> _Stored records_:
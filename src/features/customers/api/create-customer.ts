import { useMutation, useQueryClient } from '@tanstack/react-query';
import type { Customer, CustomerBody } from '../../../../shared/api/customers';
import { api } from '../../../lib/api-client';
import { customerKeys } from './keys';

export async function createCustomer(body: CustomerBody): Promise<Customer> {
  return (await api.post<{ customer: Customer }>('/api/customers', body)).customer;
}

export function useCreateCustomer() {
  const qc = useQueryClient();
  return useMutation({
    mutationFn: createCustomer,
    onSuccess: () => qc.invalidateQueries({ queryKey: customerKeys.all }),
  });
}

> _Task item_:
Restate the entries above, keeping every word intact.

> _Your response_:
filename src/features/customers/api/create-customer.ts
import { useMutation, useQueryClient } from '@tanstack/react-query';
import type { Customer, CustomerBody } from '../../../../shared/api/customers';
import { api } from '../../../lib/api-client';
import { customerKeys } from './keys';

export async function createCustomer(body: CustomerBody): Promise<Customer> {
  return (await api.post<{ customer: Customer }>('/api/customers', body)).customer;
}

export function useCreateCustomer() {
  const qc = useQueryClient();
  return useMutation({
    mutationFn: createCustomer,
    onSuccess: () => qc.invalidateQueries({ queryKey: customerKeys.all }),
  });
}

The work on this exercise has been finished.